Flags: needinfo?(jwalden+bmo)
Reasonable in the abstract, at least -- no comments on comment 0's strawman API, which honestly I probably lack the experience in the area of using these APIs to evaluate.
thanks! Yeah, I consider it increased dependency on CLDR. We can use ICU to load CLDR data, because we have it, but really, it doesn't matter for me how we load those bits - and if someone prefers to write custom CLDR data loader so that we don't rely on ICU, it can be done and our API from this bug will keep working.

And dependency on CLDR makes a lot of sense to me and I didn't hear anyone arguing that we should build our custom equivalent of CLDR.
Hi Zibi, I put together a list of CLDR data the date time pickers would need, both in the picker UI and in the input field:

1. First day of the week
This will be used to render calendar with appropriate layout as illustrated the UX spec[1].
I couldn't find the corresponding field in the CLDR cart[2], though I did find it in the supplemental data section[3] under "firstDay". I wonder if we have access to this data?

2. Weekends
We'd like to highlight the weekends, and this info is also available in the supplemental data, under "weekendStart" and "weekendEnd".

3. Input field skeletons
I don't think there's a way to output the placeholder format strings for the input fields. As far as I know, the Intl.datetimeformat can only return formatted output but not it's skeleton. We'll need 4 formats: day/month/year[1], month/year[4], time[5], week[6]. As for datetime-local we can get it by combining the date and time.

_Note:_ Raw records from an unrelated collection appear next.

/**
 * Approvals: the queue of safety overrides waiting for a second person, and the ones decided.
 * Only someone holding the safety-approval grant (People) decides, and never their own request.
 */
import { useState } from 'react';
import { View } from 'react-native';
import { formatDateTime } from '@/components/common/format';
import { Header } from '@/components/layout/Header';
import { Screen } from '@/components/layout/Screen';
import { describeError } from '@/components/queries/api';
import { useMe } from '@/components/queries/auth';
import { useDecideOverride, useOverrideRequests } from '@/components/queries/signoff';
import { space } from '@/components/theme/tokens';
import { Banner } from '@/components/ui/Banner';
import { Button } from '@/components/ui/Button';
import { Card } from '@/components/ui/Card';
import { EmptyState } from '@/components/ui/EmptyState';
import { Field } from '@/components/ui/Field';
import { QueryState } from '@/components/ui/QueryState';
import { SafetyCaution } from '@/components/ui/SafetyCaution';
import { StatusPill } from '@/components/ui/StatusPill';
import { Text } from '@/components/ui/Text';
import { sigFigures } from '@/shared/domain/format';
import { OVERRIDE_REFUSAL_NOTE_MIN } from '@/shared/domain/reasons';
import { OVERRIDE_REQUEST_STATE_LABEL } from '@/shared/domain/signoff';
import type { OverrideRequest } from '@/shared/schemas/approvals';

const TONE = { pending: 'attention', approved: 'ok', refused: 'danger', used: 'idle' } as const;

function Findings({ r }: { r: OverrideRequest }) {
  return (
    <View style={{ gap: space.xxs }}>
      {r.findings.map((f) => (
        <Text key={f.code} variant="caption">
          {f.title}:{' '}
          {Object.values(f.numbers)
            .map((n) => `${n.label} ${sigFigures(n.value)}${n.unit ? ` ${n.unit}` : ''}`)
            .join(' · ')}
        </Text>
      ))}
    </View>
  );
}

function RequestCard({ r, canDecide, own }: { r: OverrideRequest; canDecide: boolean; own: boolean }) {
  const decide = useDecideOverride();
  const [note, setNote] = useState('');
  const noteOk = note.trim().length >= OVERRIDE_REFUSAL_NOTE_MIN;
  return (
    <Card
      title={`${r.plan.name} (version ${r.plan.version}) · ${r.plan.partNumber}`}
      testID={`override-${r.id}`}
      accessibilityLabel={`Override request for ${r.plan.name}`}
    >
      <View style={{ gap: space.sm }}>
        <View style={{ flexDirection: 'row', gap: space.xs, flexWrap: 'wrap', alignItems: 'center' }}>
          <StatusPill tone={TONE[r.state]} label={OVERRIDE_REQUEST_STATE_LABEL[r.state]} size="sm" />
          <Text variant="caption" tone="muted">
            Asked by {r.requestedBy.name}, {formatDateTime(r.requestedAt)}
          </Text>
        </View>
        <Findings r={r} />
        <Text variant="body">“{r.reason}”</Text>
        {r.decidedBy ? (
          <Text variant="caption" testID="override-decision">
            {r.state === 'refused' ? 'Refused' : 'Approved'} by {r.decidedBy.name}, {formatDateTime(r.decidedAt)}
            {r.note ? `: “${r.note}”` : ''}
          </Text>
        ) : null}
        {r.state === 'pending' && own ? (
          <Text variant="caption" tone="muted">
            You asked for this override; a second person holding the safety approval decides it.
          </Text>
        ) : null}
        {r.state === 'pending' && !own && !canDecide ? (
          <Text variant="caption" tone="muted">
            Deciding needs the safety-approval permission, which an administrator grants on People.
          </Text>
        ) : null}
        {r.state === 'pending' && canDecide && !own ? (
          <View style={{ gap: space.xs }}>
            <Field
              label="Note (required to refuse)"
              multiline
              value={note}
              onChangeText={setNote}
              help={`Approving runs this plan despite the findings above. A refusal needs at least ${OVERRIDE_REFUSAL_NOTE_MIN} characters.`}
              testID="override-note"
            />
            <View style={{ flexDirection: 'row', gap: space.xs, flexWrap: 'wrap' }}>
              <Button
                label="Approve override"
                variant="danger"
                size="sm"
                busy={decide.isPending && decide.variables?.decision.decision === 'approve'}
                onPress={() => decide.mutate({ id: r.id, decision: { decision: 'approve', note: note.trim() } })}
                testID="override-approve"
              />
              <Button
                label="Refuse"
                size="sm"
                disabled={!noteOk}
                busy={decide.isPending && decide.variables?.decision.decision === 'refuse'}
                onPress={() => decide.mutate({ id: r.id, decision: { decision: 'refuse', note: note.trim() } })}
                testID="override-refuse"
              />
            </View>
            {decide.isError ? <Banner tone="danger">{describeError(decide.error)}</Banner> : null}
          </View>
        ) : null}
      </View>
    </Card>
  );
}

export function ApprovalsScreen() {
  const me = useMe();
  const all = useOverrideRequests({});
  const canDecide = all.data?.canDecide === true;
  return (
    <Screen width="wide" testID="approvals-screen">
      <Header
        eyebrow="Safety"
        title="Approvals"
        subtitle="Plans booked despite a blocking plan-check finding need a second person's approval. Reverse bias beyond the rated breakdown is never approved."
      />
      <SafetyCaution compact context="An approved override lets a plan run outside the plan check's limits." />
      {all.data && !canDecide ? (
        <Banner tone="info">
          You can read the queue; deciding needs the safety-approval permission, which an administrator grants on People.
        </Banner>
      ) : null}
      <QueryState
        query={all}
        loadingLabel="Loading override requests…"
        errorTitle="Could not load override requests"
        isEmpty={(d) => d.items.length === 0}
        empty={<EmptyState title="No override requests" message="When an engineer asks to run a blocked plan, the request waits here." />}
      >
        {({ items: list }) => {
          const pending = list.filter((r) => r.state === 'pending');
          const done = list.filter((r) => r.state !== 'pending');
          return (
            <View style={{ gap: space.lg }}>
              <View style={{ gap: space.sm }} testID="approvals-queue">
                <Text variant="heading" heading={2}>
                  Waiting ({pending.length})
                </Text>
                {pending.length === 0 ? (
                  <Text variant="caption" tone="muted">
                    Nothing waits for a decision.
                  </Text>
                ) : null}
                {pending.map((r) => (
                  <RequestCard key={r.id} r={r} canDecide={canDecide} own={r.requestedBy.id === me.data?.id} />
                ))}
              </View>
              <View style={{ gap: space.sm }} testID="approvals-decided">
                <Text variant="heading" heading={2}>
                  Decided
                </Text>
                {done.map((r) => (
                  <RequestCard key={r.id} r={r} canDecide={false} own={r.requestedBy.id === me.data?.id} />
                ))}
              </View>
            </View>
          );
        }}
      </QueryState>
    </Screen>
  );
}
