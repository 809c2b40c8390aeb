/**
 * The engineer's side of a safety override, shown where a blocked plan is booked: ask for an
 * override with a reason, see it wait for a second person holding the safety approval, and book
 * with it once approved (an approved request is used by one booking).
 */
import { useEffect, useState } from 'react';
import { View } from 'react-native';
import { formatDateTime } from '@/components/common/format';
import { describeError } from '@/components/queries/api';
import { useOverrideRequests, useRequestOverride } from '@/components/queries/signoff';
import { space } from '@/components/theme/tokens';
import { Button } from '@/components/ui/Button';
import { Field } from '@/components/ui/Field';
import { StatusPill } from '@/components/ui/StatusPill';
import { Text } from '@/components/ui/Text';
import { Banner } from '@/components/ui/Banner';
import { OVERRIDE_REASON_MIN } from '@/shared/domain/reasons';

interface Props {
  planId: string;
  /** The approved request the booking will use, or null while there is none. */
  onApproved: (requestId: string | null) => void;
}

export function OverrideRequestPanel({ planId, onApproved }: Props) {
  const requests = useOverrideRequests({ planId });
  const ask = useRequestOverride();
  const [reason, setReason] = useState('');
  const list = requests.data?.items ?? [];
  const approved = list.find((r) => r.state === 'approved');
  const pending = list.find((r) => r.state === 'pending');
  const refused = list.find((r) => r.state === 'refused');
  const reasonOk = reason.trim().length >= OVERRIDE_REASON_MIN;

  useEffect(() => {
    onApproved(approved?.id ?? null);
  }, [approved?.id, onApproved]);

  if (requests.isPending) return <Text variant="caption">Checking for an override request…</Text>;
  if (approved) {
    return (
      <View style={{ gap: space.xs }} testID="override-approved">
        <StatusPill tone="ok" label="Override approved" size="sm" />
        <Text variant="caption">
          Approved by {approved.decidedBy?.name} on {formatDateTime(approved.decidedAt)} (asked by {approved.requestedBy.name}: “
          {approved.reason}”). This booking uses it.
        </Text>
      </View>
    );
  }
  if (pending) {
    return (
      <View style={{ gap: space.xs }} testID="override-pending">
        <StatusPill tone="attention" label="Waiting for approval" size="sm" />
        <Text variant="caption">
          {pending.requestedBy.name} asked on {formatDateTime(pending.requestedAt)}: “{pending.reason}” A second person holding the safety
          approval decides it under Approvals; you cannot approve your own request.
        </Text>
      </View>
    );
  }
  return (
    <View style={{ gap: space.xs }} testID="override-ask">
      {refused ? (
        <Text variant="caption">
          The last request was refused by {refused.decidedBy?.name}: “{refused.note}”.
        </Text>
      ) : null}
      <Field
        label="Why this plan may run anyway (sent for a second person's approval)"
        multiline
        value={reason}
        onChangeText={setReason}
        help={`At least ${OVERRIDE_REASON_MIN} characters. The request, the approval and the findings' numbers are recorded in the audit trail.`}
        error={reason && !reasonOk ? `Write at least ${OVERRIDE_REASON_MIN} characters` : undefined}
        testID="override-reason"
      />
      <View style={{ flexDirection: 'row' }}>
        <Button
          label="Ask for an override"
          size="sm"
          disabled={!reasonOk}
          busy={ask.isPending}
          busyLabel="Sending…"
          onPress={() => ask.mutate({ planId, reason: reason.trim() }, { onSuccess: () => setReason('') })}
          testID="override-ask-button"
        />
      </View>
      {ask.isError ? <Banner tone="danger">{describeError(ask.error)}</Banner> : null}
    </View>
  );
}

The UX team does not have a strong opinion as to what exactly the patterns should be (ex. yMd / yMMMd), as you can see from the UX spec that they've only listed the options.

4. Words?
I'm not sure if this belongs to API or dtd. In the calendar for example, I could use Intl.DateTimeFormat to get most of the localized strings I need (ex. getting the month, date, and day using made up dates), but I don't know of a way to get localized AM/PM strings reliably. Would you say we'll need an API for this? or just translate them in dtd? or maybe there's an existing API that can do this (formatToParts?)

Thank you!

Links:
[1] https://mozilla.invisionapp.com/share/237UTNHS8#/screens/171579820
[2] http://www.unicode.org/cldr/charts/29/summary/en.html
[3] http://www.unicode.org/repos/cldr/trunk/common/supplemental/supplementalData.xml
[4] https://mozilla.invisionapp.com/share/237UTNHS8#/screens/171579381
[5] https://mozilla.invisionapp.com/share/237UTNHS8#/screens/171579902
[6] https://mozilla.invisionapp.com/share/237UTNHS8#/screens/171579822
Flags: needinfo?(gandalf)
Ok, matching it to ICU APIs:

(In reply to Scott Wu [:scottwu] from comment #6)
> 1. First day of the week

icu::Calendar::getFirstDayOfWeek

http://icu-project.org/apiref/icu4c/classicu_1_1Calendar.html#a55d7c70691dd47644ae1720b1868a075

> 2. Weekends

Probably icu::Calendar::getDayOfWeekType but I'll check with ICU yet
http://icu-project.org/apiref/icu4c/classicu_1_1Calendar.html#a0bc1e5fdb589dfbaa8e8f0e24f7e9179
 
> 3. Input field skeletons

> I don't think there's a way to output the placeholder format strings for the
> input fields. As far as I know, the Intl.datetimeformat can only return
> formatted output but not it's skeleton. We'll need 4 formats:
> day/month/year[1], month/year[4], time[5], week[6]. As for datetime-local we
> can get it by combining the date and time.
> 
> The UX team does not have a strong opinion as to what exactly the patterns
> should be (ex. yMd / yMMMd), as you can see from the UX spec that they've
> only listed the options.

That's probably this: http://icu-project.org/apiref/icu4c/dtptngen_8h.html

We're also discussing it at ECMA402 - https://github.com/tc39/ecma402/issues/21

 
> 4. Words?
> I'm not sure if this belongs to API or dtd. In the calendar for example, I
> could use Intl.DateTimeFormat to get most of the localized strings I need
> (ex. getting the month, date, and day using made up dates), but I don't know
> of a way to get localized AM/PM strings reliably. Would you say we'll need
> an API for this? or just translate them in dtd? or maybe there's an existing
> API that can do this (formatToParts?)

It would be better if we didn't have to.

We probably will want to expose it via http://icu-project.org/apiref/icu4c/udat_8h.html#aed73d44c01906572e8349d0307dafb27

Is that all you think you need out of CLDR?
Flags: needinfo?(gandalf)
:waldo, sorry for bothering you again. I talked to CLDR person (Steven Loomis) and he's saying that ICU does not expose an easy way to access raw CLDR data because it doesn't carry raw data.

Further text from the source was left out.